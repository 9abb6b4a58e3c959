"""Tab completion: only the words that may stand at the cursor.

First word of a statement: commands, declaration words, the shell's own
directives and bound names.  After a command, what its usage line (in the
command registry) allows there: a state (bound names, parameters, functions,
constants), a figure name where the usage has FIGURE, its literal choices
(``bits|nats``, ``auto|exact|certified``), help topics after ``help``, file
names after ``save`` and ``open``, and ``with`` or ``over`` only once an
argument stands before the cursor; after ``with`` or ``over``, the declared
parameters.  After a declaration word nothing is offered (it introduces new
names), nor inside a ket.  A completed word ends with a space, a function
with its opening bracket (``sqrt(``), a folder with its slash.
"""

from __future__ import annotations

import os
import re
from typing import Iterable, Iterator

from prompt_toolkit.completion import CompleteEvent, Completer, Completion, PathCompleter
from prompt_toolkit.document import Document

from ..figures import NAMES as FIGURE_NAMES
from ..language.build import CONSTANTS, KET_FUNCTIONS, SCALAR_FUNCTIONS, KetValue
from ..sheets.format import EXTENSION
from ..states import State

DIRECTIVES = {"more": "show the last folded output whole",
              "display": "display pretty|linear: 2-D or linear output",
              "exit": "leave the shell", "quit": "leave the shell"}
DISPLAY_MODES = (("pretty", "2-D Unicode math"), ("linear", "one-line text"))
FILE_COMMANDS = ("save", "open")
OPEN_KET = re.compile(r"(?<![\w,])\|[0-9A-Za-z_+\-, ]*$")
FIRST = re.compile(r"^\s*([A-Za-z_]\w*)(\s+)?")
WORD = re.compile(r"[A-Za-z_]\w*$")
CHOICES = re.compile(r"^\[?([a-z]+(?:\|[a-z]+)+)\]?$")   # bits|nats, auto|exact|certified
PARAMETER_SLOT = re.compile(r"\b(?:with|over)\s+(?:[^=\s]+\s*=\s*[^,\s]*\s*,\s*)*[A-Za-z_]*$")
NOT_EXPRESSIONS = frozenset({"N", "SECONDS", "NAME", "NAME=VALUE", "FILE", "COMMAND"})
USAGE_PUNCTUATION = re.compile(r"[\[\],]|\.\.\.")
WITH = re.compile(r"\swith\s")
FUNCTION, WORD_END = "(", " "


def current_statement(text: str) -> str:
    """The statement the cursor is in: what follows the last ';'."""
    return text[text.rfind(";") + 1:]


def usage_words(usage: str) -> list[str]:
    """The words of a usage line after the command's name, its first form only,
    brackets, commas and ellipses dropped: 'figures STATE [CUT] [FIGURE ...]' gives
    ['STATE', 'CUT', 'FIGURE'], 'plot FIGURE[,FIGURE...] STATE' ['FIGURE', 'FIGURE', 'STATE']."""
    first_form = usage.split(" | ")[0] if " | " in usage and "[" not in usage else usage
    return USAGE_PUNCTUATION.sub(" ", first_form).split()[1:]


class ShellCompleter(Completer):
    def __init__(self, session, topics: Iterable[str] = ()) -> None:
        self.session = session
        self.topics = tuple(topics)
        self.paths = PathCompleter(expanduser=True, file_filter=self._worksheet_or_folder)

    def get_completions(self, document: Document, event: CompleteEvent) -> Iterator[Completion]:
        statement = current_statement(document.text_before_cursor)
        if OPEN_KET.search(statement):
            return
        first = FIRST.match(statement)
        if first is None or first.group(2) is None:
            yield from self._matching(statement, self.first_words())
            return
        word = first.group(1)
        if word in FILE_COMMANDS:
            yield from self.paths.get_completions(Document(statement[first.end():]), event)
        else:
            yield from self._matching(statement, self.words_after(word, statement[first.end():]))

    def words_after(self, word: str, rest: str) -> list[tuple[str, str]]:
        """What may follow the statement's first word ``word`` when ``rest`` is typed."""
        from ..commands import COMMANDS, declarations
        if word == "help":
            return self.help_topics()
        if word == "display" and word not in self.session.bindings:
            return list(DISPLAY_MODES)
        if word in declarations.STATEMENTS or word in DIRECTIVES:
            return []
        if word not in COMMANDS or word in self.session.bindings:
            return self.state_words()
        return self.argument_words(usage_words(COMMANDS[word].usage), rest)

    def argument_words(self, usage: list[str], rest: str) -> list[tuple[str, str]]:
        """Words for a command's argument: the first slot of its usage while no argument
        is typed yet; afterwards a state, and the figures, choices and keywords it takes."""
        if PARAMETER_SLOT.search(rest):
            return self.parameters()
        if WITH.search(rest):
            return self.state_words()   # a value in the 'with' clause
        if not usage:
            return []
        if not rest.strip() or WORD.fullmatch(rest.strip()) and not rest.endswith(" "):
            return self.slot_words(usage[0])
        words = self.state_words()
        if "FIGURE" in usage[1:]:
            words += self.figures()
        for slot in usage:
            words += self.slot_words(slot) if CHOICES.match(slot) else []
        return words + [(keyword, "keyword") for keyword in ("with", "over") if keyword in usage]

    def slot_words(self, slot: str) -> list[tuple[str, str]]:
        choices = CHOICES.match(slot)
        if choices:
            return [(choice, "choice") for choice in choices.group(1).split("|")]
        if slot == "FIGURE":
            return self.figures()
        if slot in NOT_EXPRESSIONS or not slot.isupper():
            return []
        return self.state_words()   # STATE, LHS, EXPR, A, ...

    @staticmethod
    def _matching(statement: str, candidates: Iterable[tuple[str, str]]) -> Iterator[Completion]:
        found = WORD.search(statement)
        stem = found.group() if found else ""
        seen = set()
        for name, meta in candidates:
            if name.startswith(stem) and name not in seen:
                seen.add(name)
                end = FUNCTION if "function" in meta else WORD_END
                yield Completion(name + end, -len(stem), display=name, display_meta=meta)

    # -- the candidates ------------------------------------------------
    def first_words(self) -> list[tuple[str, str]]:
        from ..commands import COMMANDS, declarations
        words = [(name, "command") for name in sorted(COMMANDS)]
        words += [(name, "declaration") for name in sorted(declarations.STATEMENTS)]
        words += sorted(DIRECTIVES.items())
        return words + self.bound()

    def help_topics(self) -> list[tuple[str, str]]:
        from ..commands import COMMANDS
        return [(name, "command") for name in sorted(COMMANDS)] + [(t, "topic") for t in self.topics]

    def state_words(self) -> list[tuple[str, str]]:
        words = self.bound() + self.parameters()
        words += [(name, "function") for name in sorted(SCALAR_FUNCTIONS)]
        words += [(name, "ket function") for name in sorted([*KET_FUNCTIONS, "sum"])]
        return words + [(name, "constant") for name in sorted(CONSTANTS)]

    def parameters(self) -> list[tuple[str, str]]:
        return [(p.name, f"{p.kind} parameter") for p in self.session.params.values()]

    @staticmethod
    def figures() -> list[tuple[str, str]]:
        return [(name, "figure") for name in FIGURE_NAMES]

    def bound(self) -> list[tuple[str, str]]:
        return [(name, describe(value)) for name, value in sorted(self.session.bindings.items())]

    @staticmethod
    def _worksheet_or_folder(path: str) -> bool:
        return os.path.isdir(path) or path.endswith(EXTENSION)


def describe(value: object) -> str:
    if isinstance(value, State):
        return "state of " + "×".join(str(d) for d in value.dims)
    if isinstance(value, KetValue):
        return "ket"
    return "value"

• _EXERCISE INSTRUCTIONS_: Your task is to restate every record word for word.

• _ANSWER TO THIS EXERCISE_:
repository 9abb6b4a58e3c959
"""Tab completion: only the words that may stand at the cursor.

First word of a statement: commands, declaration words, the shell's own
directives and bound names.  After a command, what its usage line (in the
command registry) allows there: a state (bound names, parameters, functions,
constants), a figure name where the usage has FIGURE, its literal choices
(``bits|nats``, ``auto|exact|certified``), help topics after ``help``, file
names after ``save`` and ``open``, and ``with`` or ``over`` only once an
argument stands before the cursor; after ``with`` or ``over``, the declared
parameters.  After a declaration word nothing is offered (it introduces new
names), nor inside a ket.  A completed word ends with a space, a function
with its opening bracket (``sqrt(``), a folder with its slash.
"""

from __future__ import annotations

import os
import re
from typing import Iterable, Iterator

from prompt_toolkit.completion import CompleteEvent, Completer, Completion, PathCompleter
from prompt_toolkit.document import Document

from ..figures import NAMES as FIGURE_NAMES
from ..language.build import CONSTANTS, KET_FUNCTIONS, SCALAR_FUNCTIONS, KetValue
from ..sheets.format import EXTENSION
from ..states import State

DIRECTIVES = {"more": "show the last folded output whole",
              "display": "display pretty|linear: 2-D or linear output",
              "exit": "leave the shell", "quit": "leave the shell"}
DISPLAY_MODES = (("pretty", "2-D Unicode math"), ("linear", "one-line text"))
FILE_COMMANDS = ("save", "open")
OPEN_KET = re.compile(r"(?<![\w,])\|[0-9A-Za-z_+\-, ]*$")
FIRST = re.compile(r"^\s*([A-Za-z_]\w*)(\s+)?")
WORD = re.compile(r"[A-Za-z_]\w*$")
CHOICES = re.compile(r"^\[?([a-z]+(?:\|[a-z]+)+)\]?$")   # bits|nats, auto|exact|certified
PARAMETER_SLOT = re.compile(r"\b(?:with|over)\s+(?:[^=\s]+\s*=\s*[^,\s]*\s*,\s*)*[A-Za-z_]*$")
NOT_EXPRESSIONS = frozenset({"N", "SECONDS", "NAME", "NAME=VALUE", "FILE", "COMMAND"})
USAGE_PUNCTUATION = re.compile(r"[\[\],]|\.\.\.")
WITH = re.compile(r"\swith\s")
FUNCTION, WORD_END = "(", " "


def current_statement(text: str) -> str:
    """The statement the cursor is in: what follows the last ';'."""
    return text[text.rfind(";") + 1:]


def usage_words(usage: str) -> list[str]:
    """The words of a usage line after the command's name, its first form only,
    brackets, commas and ellipses dropped: 'figures STATE [CUT] [FIGURE ...]' gives
    ['STATE', 'CUT', 'FIGURE'], 'plot FIGURE[,FIGURE...] STATE' ['FIGURE', 'FIGURE', 'STATE']."""
    first_form = usage.split(" | ")[0] if " | " in usage and "[" not in usage else usage
    return USAGE_PUNCTUATION.sub(" ", first_form).split()[1:]


class ShellCompleter(Completer):
    def __init__(self, session, topics: Iterable[str] = ()) -> None:
        self.session = session
        self.topics = tuple(topics)
        self.paths = PathCompleter(expanduser=True, file_filter=self._worksheet_or_folder)

    def get_completions(self, document: Document, event: CompleteEvent) -> Iterator[Completion]:
        statement = current_statement(document.text_before_cursor)
        if OPEN_KET.search(statement):
            return
        first = FIRST.match(statement)
        if first is None or first.group(2) is None:
            yield from self._matching(statement, self.first_words())
            return
        word = first.group(1)
        if word in FILE_COMMANDS:
            yield from self.paths.get_completions(Document(statement[first.end():]), event)
        else:
            yield from self._matching(statement, self.words_after(word, statement[first.end():]))

    def words_after(self, word: str, rest: str) -> list[tuple[str, str]]:
        """What may follow the statement's first word ``word`` when ``rest`` is typed."""
        from ..commands import COMMANDS, declarations
        if word == "help":
            return self.help_topics()
        if word == "display" and word not in self.session.bindings:
            return list(DISPLAY_MODES)
        if word in declarations.STATEMENTS or word in DIRECTIVES:
            return []
        if word not in COMMANDS or word in self.session.bindings:
            return self.state_words()
        return self.argument_words(usage_words(COMMANDS[word].usage), rest)

    def argument_words(self, usage: list[str], rest: str) -> list[tuple[str, str]]:
        """Words for a command's argument: the first slot of its usage while no argument
        is typed yet; afterwards a state, and the figures, choices and keywords it takes."""
        if PARAMETER_SLOT.search(rest):
            return self.parameters()
        if WITH.search(rest):
            return self.state_words()   # a value in the 'with' clause
        if not usage:
            return []
        if not rest.strip() or WORD.fullmatch(rest.strip()) and not rest.endswith(" "):
            return self.slot_words(usage[0])
        words = self.state_words()
        if "FIGURE" in usage[1:]:
            words += self.figures()
        for slot in usage:
            words += self.slot_words(slot) if CHOICES.match(slot) else []
        return words + [(keyword, "keyword") for keyword in ("with", "over") if keyword in usage]

    def slot_words(self, slot: str) -> list[tuple[str, str]]:
        choices = CHOICES.match(slot)
        if choices:
            return [(choice, "choice") for choice in choices.group(1).split("|")]
        if slot == "FIGURE":
            return self.figures()
        if slot in NOT_EXPRESSIONS or not slot.isupper():
            return []
        return self.state_words()   # STATE, LHS, EXPR, A, ...

    @staticmethod
    def _matching(statement: str, candidates: Iterable[tuple[str, str]]) -> Iterator[Completion]:
        found = WORD.search(statement)
        stem = found.group() if found else ""
        seen = set()
        for name, meta in candidates:
            if name.startswith(stem) and name not in seen:
                seen.add(name)
                end = FUNCTION if "function" in meta else WORD_END
                yield Completion(name + end, -len(stem), display=name, display_meta=meta)

    # -- the candidates ------------------------------------------------
    def first_words(self) -> list[tuple[str, str]]:
        from ..commands import COMMANDS, declarations
        words = [(name, "command") for name in sorted(COMMANDS)]
        words += [(name, "declaration") for name in sorted(declarations.STATEMENTS)]
        words += sorted(DIRECTIVES.items())
        return words + self.bound()

    def help_topics(self) -> list[tuple[str, str]]:
        from ..commands import COMMANDS
        return [(name, "command") for name in sorted(COMMANDS)] + [(t, "topic") for t in self.topics]

    def state_words(self) -> list[tuple[str, str]]:
        words = self.bound() + self.parameters()
        words += [(name, "function") for name in sorted(SCALAR_FUNCTIONS)]
        words += [(name, "ket function") for name in sorted([*KET_FUNCTIONS, "sum"])]
        return words + [(name, "constant") for name in sorted(CONSTANTS)]

    def parameters(self) -> list[tuple[str, str]]:
        return [(p.name, f"{p.kind} parameter") for p in self.session.params.values()]

    @staticmethod
    def figures() -> list[tuple[str, str]]:
        return [(name, "figure") for name in FIGURE_NAMES]

    def bound(self) -> list[tuple[str, str]]:
        return [(name, describe(value)) for name, value in sorted(self.session.bindings.items())]

    @staticmethod
    def _worksheet_or_folder(path: str) -> bool:
        return os.path.isdir(path) or path.endswith(EXTENSION)


def describe(value: object) -> str:
    if isinstance(value, State):
        return "state of " + "×".join(str(d) for d in value.dims)
    if isinstance(value, KetValue):
        return "ket"
    return "value"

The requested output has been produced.